Filed under: General — pfisk @ 9:36 pm

There was a question from a recent post about the relative speed of my Smalltalk implementation. To answer the question (and my own curiosity), I performed  a simple benchmark test on three versions of Smalltalk, IronPython, ActionScript and C#.

The test was run five times in each language and the lowest time was recorded. All tests were performed on the same machine (3 GHz Pentium, 1 GB memory, Windows Vista).

The results were:

Language Milliseconds
C# 9
ActionScript 15
VisualWorks 112
IronPython 430
Squeak 1233
Smalltalk/DLR 4000

Some notes about the testing:

  • C# – the test initially showed 2 milliseconds, probably because the compiler recognized that the computed values weren’t being used and “short-circuited” the test.

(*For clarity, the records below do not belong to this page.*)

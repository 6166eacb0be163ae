package org.wintersill.season;

import static org.junit.jupiter.api.Assertions.assertEquals;
import static org.junit.jupiter.api.Assertions.assertFalse;
import static org.junit.jupiter.api.Assertions.assertTrue;

import org.apache.commons.csv.CSVRecord;
import org.junit.jupiter.api.Test;
import org.wintersill.checks.CheckTables;
import org.wintersill.time.CfCalendar;
import org.wintersill.time.CfDate;
import org.wintersill.time.Season;
import org.wintersill.time.SeasonWindow;

/** Rules: checks/completeness.csv (WMO-No. 1203 and the older 3/5 rule, as restated there). */
class CompletenessTest {

    @Test
    void monthsCountAsTabled() {
        for (CSVRecord row : CheckTables.csv("completeness.csv")) {
            int missing = Integer.parseInt(row.get("missing"));
            int run = Integer.parseInt(row.get("longest_run"));
            assertEquals("1".equals(row.get("ok_wmo1203")), MissingDayPolicy.MONTH_10_5.monthCounts(missing, run), row.toString());
            assertEquals("1".equals(row.get("ok_3_5_rule")), MissingDayPolicy.MONTH_5_3.monthCounts(missing, run), row.toString());
        }
    }

    private static CompletenessTally tally(MissingDayPolicy policy, String... missing) {
        Season season = SeasonWindow.north().beginningIn(2003, CfCalendar.STANDARD);
        CompletenessTally tally = new CompletenessTally(season, policy, 2);
        java.util.Set<String> dates = java.util.Set.of(missing);
        for (int night = 0; night < season.days(); night++) {
            boolean masked = dates.contains(season.date(night).toString());
            tally.accept(night, new float[] {masked ? Float.NaN : 1, 1}, 0, 0, 2);
        }
        return tally;
    }

    private static String[] days(int year, int month, int from, int to) {
        return java.util.stream.IntStream.rangeClosed(from, to).mapToObj(day -> new CfDate(year, month, day).toString())
                .toArray(String[]::new);
    }

    @Test
    void aMonthWithFiveMissingDaysInARowFailsTheWinterInThatCellOnly() {
        CompletenessTally tally = tally(MissingDayPolicy.MONTH_10_5, days(2004, 2, 3, 7));
        assertFalse(tally.isComplete(0));
        assertTrue(tally.isComplete(1));
        assertTrue(tally(MissingDayPolicy.MONTH_10_5, days(2004, 2, 3, 6)).isComplete(0));
    }

    @Test
    void missingDaysOutsideOfTheCompletePartDoNotCount() {
        assertTrue(tally(MissingDayPolicy.NONE, days(2003, 10, 1, 31)).isComplete(0));
        assertTrue(tally(MissingDayPolicy.NONE, days(2004, 5, 1, 31)).isComplete(0));
        assertFalse(tally(MissingDayPolicy.NONE, days(2003, 11, 1, 1)).isComplete(0));
        assertFalse(tally(MissingDayPolicy.NONE, days(2004, 4, 30, 30)).isComplete(0));
    }

    @Test
    void aRunOverTheEndOfAMonthIsJudgedMonthByMonth() {
        String[] run = {"2003-12-28", "2003-12-29", "2003-12-30", "2003-12-31", "2004-01-01", "2004-01-02", "2004-01-03", "2004-01-04"};
        assertTrue(tally(MissingDayPolicy.MONTH_10_5, run).isComplete(0));
    }
}
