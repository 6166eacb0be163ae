package org.wintersill.climatology.statistic;

import java.util.ArrayList;
import java.util.List;
import java.util.Locale;
import org.wintersill.climatology.ClimatologyStatistic;
import org.wintersill.climatology.FrequencyBounds;
import org.wintersill.climatology.FrequencyInterval;
import org.wintersill.damage.Uncertainty;
import org.wintersill.season.DamageReckoning;

/** The list of summary layers, in the order in which they are written and documented. */
public final class ClimatologyStatistics {

    /**
     * What the summaries need to know of a run.
     *
     * @param levels percent of buds of each level, 50 first
     * @param killing percent that makes a killing winter, one of the levels
     * @param interval kind of bounds
     * @param confidence level of the bounds, 0..1
     * @param targets shares of killing winters, or expected damages, that are accepted; the first decides
     * @param rule how required hardiness is found
     * @param extremes fits, replicates and trends
     * @param classes three limits of the frequency of killing winters, ascending
     * @param years year in which each winter of the run ends, ascending; never empty
     * @param reckoning how damage is reckoned and what of it is kept
     */
    public record Choices(int[] levels, int killing, FrequencyInterval interval, double confidence, double[] targets,
                          HardinessRule rule, ExtremeChoices extremes, double[] classes, int[] years, DamageReckoning reckoning) {

        /** The share that decides. */
        public double target() {
            return targets[0];
        }

        /** Position of the killing level. */
        public int killingLevel() {
            for (int i = 0; i < levels.length; i++) {
                if (levels[i] == killing) {
                    return i;
                }
            }
            throw new IllegalArgumentException(killing + " is not among the levels");
        }
    }

    private ClimatologyStatistics() {
    }

    /** Layers of one cultivar, those that must be asked for included. */
    public static List<ClimatologyStatistic> ofCultivar(Choices choices) {
        FrequencyBounds bounds = new FrequencyBounds(choices.interval(), choices.years().length, choices.confidence());
        int killing = choices.killingLevel();
        List<ClimatologyStatistic> list = new ArrayList<>();
        list.add(new MarginMean());
        list.add(new MarginLow());
        list.add(new MarginWorst());
        list.add(new WorstWinter(choices.years()[0], choices.years()[choices.years().length - 1]));
        list.add(new DamageMean(damageWords(choices.reckoning())));
        for (int level = 0; level < choices.levels().length; level++) {
            for (DamageProbability.Part part : DamageProbability.Part.values()) {
                list.add(new DamageProbability(choices.levels()[level], level, part, bounds));
            }
        }
        list.add(new KillingWinterReturn(choices.killing(), killing, false, bounds));
        list.add(new KillingWinterReturn(choices.killing(), killing, true, bounds));
        for (int i = 0; i < choices.targets().length; i++) {
            double target = choices.targets()[i];
            list.add(new RequiredHardiness(i == 0 ? "required-hardiness" : RequiredHardiness.idAt(target), choices.rule(), killing,
                    choices.levels(), target));
        }
        list.add(new Suitability(killing, choices.classes()));
        for (PhaseShare.Phase phase : choices.reckoning().phases() ? PhaseShare.Phase.values() : new PhaseShare.Phase[0]) {
            list.add(new PhaseShare(phase));
        }
        list.addAll(new RequestedStatistics(choices).ofCultivar());
        return list;
    }

    /**
     * Further layers of a cultivar that stands for a population. The share of it that is killed is that of the worst night, and not made
     * where nights are joined otherwise.
     */
    public static List<ClimatologyStatistic> ofPopulation(Choices choices, Population population) {
        List<ClimatologyStatistic> list = new ArrayList<>();
        Uncertainty uncertainty = choices.reckoning().uncertainty();
        for (int level = 0; choices.reckoning().nights().isWorst() && level < choices.levels().length; level++) {
            list.add(new PopulationDamageProbability(choices.levels()[level], level, population, uncertainty.sd()));
        }
        list.addAll(VarianceShare.all(uncertainty.components(), population.sd()));
        list.add(new HardierGain(population));
        return list;
    }

    private static String damageWords(DamageReckoning reckoning) {
        String nights = switch (reckoning.nights().rule()) {
            case WORST -> "the damage of the worst night";
            case INDEPENDENT -> "the damage of all nights, taken as independent";
            case CORRELATED -> "the damage of all nights, correlated by " + reckoning.nights().correlation();
        };
        return nights + (reckoning.keepsExpected() ? String.format(Locale.ROOT, ", with an uncertainty of the margin of %.3g K",
                reckoning.uncertainty().sd()) : "");
    }

    /** Layers that belong to no cultivar; likewise. */
    public static List<ClimatologyStatistic> shared(Choices choices) {
        List<ClimatologyStatistic> list = new ArrayList<>(List.of(new ValidWinters(choices.years().length), new MeanMinimum()));
        list.addAll(new RequestedStatistics(choices).shared());
        return list;
    }
}
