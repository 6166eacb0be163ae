package org.wintersill.climatology.statistic;

import java.util.Arrays;
import java.util.Optional;

/** How a required hardiness is found (science section 8). */
public enum HardinessRule {
    /** At most a target share of winters kills. */
    FREQUENCY("frequency"),
    /** The target's percentile of the margins is raised to zero. */
    QUANTILE("quantile"),
    /** The expected fraction of buds killed falls to the target. */
    EXPECTED_DAMAGE("expected-damage");

    private final String key;

    HardinessRule(String key) {
        this.key = key;
    }

    /** The rule of a word of the run file. */
    public static Optional<HardinessRule> named(String key) {
        return Arrays.stream(values()).filter(rule -> rule.key.equals(key)).findFirst();
    }
}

After adding a statement at the end of the test to print out the values, the test took 9 milliseconds.
  • ActionScript – I ran two versions of the ActionScript test. The first used typed variables and took 15 milliseconds to run. The second test used untyped variables and took 371 milliseconds to run.
  • IronPython – the test was run in a browser using the DLRConsole demo.
  • Smalltalk/DLR – this is my 2 week old Smalltalk compiler. Once I learn more about DLR optimization, I expect the speed to be similar to IronPython.
  • C# and ActionScript use typed variables, whereas the other languages use untyped variables. Not surprisingly, the more information that a compiler has, the better it can optimize the code for speed.
  • It is very easy to call C# code from DLR-based languages – an strategy for increasing speed is to recode portions of a program in C# and then call it from the dynamic code.

Subjectively, I have always found ActionScript 3.0 to be amazingly fast – the results, for this benchmark at least, bear that out. Also, IronPython is doing very well for an alpha release.

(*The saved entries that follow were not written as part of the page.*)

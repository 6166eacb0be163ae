package org.wintersill.climatology.statistic;

import java.util.Arrays;
import org.wintersill.climatology.Percentiles;
import org.wintersill.damage.StandardNormal;
import org.wintersill.damage.Uncertainty;

/**
 * The variants that a cultivar stands for, by what is added to its lethal temperatures: a list of offsets, or a normal distribution
 * around zero. A variant with offset o has the margin M - o in every winter, exactly.
 *
 * @param sd standard deviation of the offsets, K; of a list divided by its number (science 16.8)
 * @param offsets of the listed variants, K, negative is hardier; empty for a normal distribution
 */
public record Population(double sd, double[] offsets) {
    /** Of a normal distribution the hardiest tenth stands for the hardiest variant, since there is no hardiest (project choice). */
    private static final double HARDIEST = 0.1;

    /** Share of the population for which a margin is not above zero, with an uncertainty of standard deviation {@code uncertain}, K. */
    public double shareNotAbove(double margin, double uncertain) {
        if (offsets.length == 0) {
            return Uncertainty.probabilityNotAbove(margin, Math.sqrt(uncertain * uncertain + sd * sd));
        }
        double sum = 0;
        for (double offset : offsets) {
            sum += Uncertainty.probabilityNotAbove(margin - offset, uncertain);
        }
        return sum / offsets.length;
    }

    /** How much hardier the hardiest variant is than the middle one, K. */
    public double hardierGain() {
        if (offsets.length == 0) {
            return -sd * StandardNormal.quantile(HARDIEST);
        }
        double[] sorted = offsets.clone();
        Arrays.sort(sorted);
        return Percentiles.type7(sorted, sorted.length, 0.5) - sorted[0];
    }
}
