package org.wintersill.climatology.statistic;

import org.wintersill.climatology.ClimatologyStatistic;
import org.wintersill.climatology.LayerGroup;
import org.wintersill.climatology.WinterRecord;
import org.wintersill.climatology.extreme.ExtremeFit;
import org.wintersill.climatology.extreme.FitQuality;
import org.wintersill.climatology.extreme.LowExtreme;
import org.wintersill.climatology.extreme.PlotCorrelationLimit;
import org.wintersill.layer.LayerDefinition;
import org.wintersill.layer.LayerStyles;
import org.wintersill.layer.SampleType;

/**
 * Where a fit should not be trusted: the correlation of its probability plot, the p-value of its distance to the record, and a class
 * of the gravest reason (science 6.2).
 */
final class FitReliability implements ClimatologyStatistic {
    /** What is told. */
    enum Part { CORRELATION, TEST, FLAG }

    /** Classes of the flag, by {@link LayerStyles#fitFlag()}. */
    private static final int SOUND = 1;
    private static final int GUMBEL = 2;
    private static final int BEYOND_END = 3;
    private static final int POOR = 4;

    private final WinterField field;
    private final ExtremeChoices choices;
    private final Part part;
    private final PlotCorrelationLimit limit;

    FitReliability(WinterField field, ExtremeChoices choices, Part part) {
        this.field = field;
        this.choices = choices;
        this.part = part;
        limit = new PlotCorrelationLimit(choices.seed());
    }

    @Override
    public LayerDefinition layer() {
        return switch (part) {
            case CORRELATION -> new LayerDefinition("fit-correlation-" + field.id(), "Straightness of the probability plot",
                    "Correlation of the sorted winters (" + field.words() + ") with the quantiles of the fitted distribution; 1 is a straight "
                            + "probability plot", "1", SampleType.FLOAT32, "", LayerStyles.fitCorrelation());
            case TEST -> new LayerDefinition("fit-test-" + field.id(), "Test of fit, p-value",
                    "Share of samples drawn from the fitted distribution of the " + field.words() + " that lie at least as far from their own fit "
                            + "(Anderson-Darling, " + choices.replicates() + " replicates)", "1", SampleType.FLOAT32, "", LayerStyles.share());
            case FLAG -> new LayerDefinition("fit-flag-" + field.id(), "Where the fit should not be trusted",
                    "Fit of the " + field.words() + ": sound; a Gumbel distribution in place of a shape beyond 0.4; "
                            + (field.level() < 0 ? "a winter of the record" : "a winter of the record, or a margin of zero,")
                            + " beyond the lowest possible value; or a probability plot less straight than in 19 of 20 samples",
                    "1", SampleType.BYTE, "", LayerStyles.fitFlag());
        };
    }

    @Override
    public LayerGroup group() {
        return part == Part.TEST ? LayerGroup.BOUNDS : choices.byDefault() ? LayerGroup.DEFAULT : LayerGroup.EXTREMES;
    }

    @Override
    public void summarise(WinterRecord record, float[] out, int from, int to) {
        if (part == Part.TEST) {
            System.arraycopy(FieldBounds.pValues(record, field, choices), from, out, from, to - from);
            return;
        }
        FieldFits fits = FieldFits.of(record, field, choices);
        for (int cell = from; cell < to; cell++) {
            ExtremeFit fit = fits.at(cell);
            if (fit.kind() == ExtremeFit.Kind.NONE) {
                out[cell] = Float.NaN;
                continue;
            }
            int n = fits.sortedMaxima(cell);
            double correlation = FitQuality.plotCorrelation(fits.room(), n, fit.gev());
            out[cell] = part == Part.CORRELATION ? (float) correlation : flag(fit, correlation, fits.room(), n);
        }
    }

    private int flag(ExtremeFit fit, double correlation, double[] sortedMaxima, int n) {
        double lowest = LowExtreme.lowest(fit.gev());
        boolean beyond = -sortedMaxima[n - 1] < lowest || field.level() >= 0 && lowest > 0;
        if (correlation < limit.of(n)) {
            return POOR;
        }
        return beyond ? BEYOND_END : fit.kind() == ExtremeFit.Kind.GUMBEL_FALLBACK ? GUMBEL : SOUND;
    }
}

Anyway, it was an interesting experiment.

Below is the code used in the tests.

Smalltalk/DLR

"-- Local variables --"
| index x y z |
"-- Import DateTime --"
Vm import: 'System.DateTime'.
"-- Write header --"
Transcript clear.
Transcript show: 'Starting 1,000,000 iterations'; cr; cr.
Transcript show: DateTime Now; cr.
"– Iterations –"
index := 0.
[index < 1000000] whileTrue: [
  index := index + 1.
  x := 3.45 + index.
  y := 7.89 + index.
  z := (x*x)+(y*y) + index].
"– Results –"
Transcript show: DateTime Now; cr; cr.
Transcript show: index; cr.
Transcript show: x; cr.
Transcript show: y; cr.
Transcript show: z; cr.

Squeak / VisualWorks

| index x y z |

Time millisecondsToRun:[
index := 0.
[index < 1000000] whileTrue: [
  index := index + 1.
  x := 3.45 + index.
  y := 7.89 + index.
  z := (x*x)+(y*y) + index]]

ActionScript 1 (using Number type variables)

private function test1():Number {
  var index:int;
  var x:Number;
  var y:Number;
  var z:Number;
  var t1:Number;
  var t2:Number;
  t1 = (new Date()).getMilliseconds();
  for(index=0;index<1000000;index++) {
    x=2.34+index;
    y=4.56+index;
    z=(x*x)+(y*y)+index;
  }
  t2 = (new Date()).getMilliseconds();
  return t2-t1;
  }

ActionScript 2 (using ”type undefined” variables)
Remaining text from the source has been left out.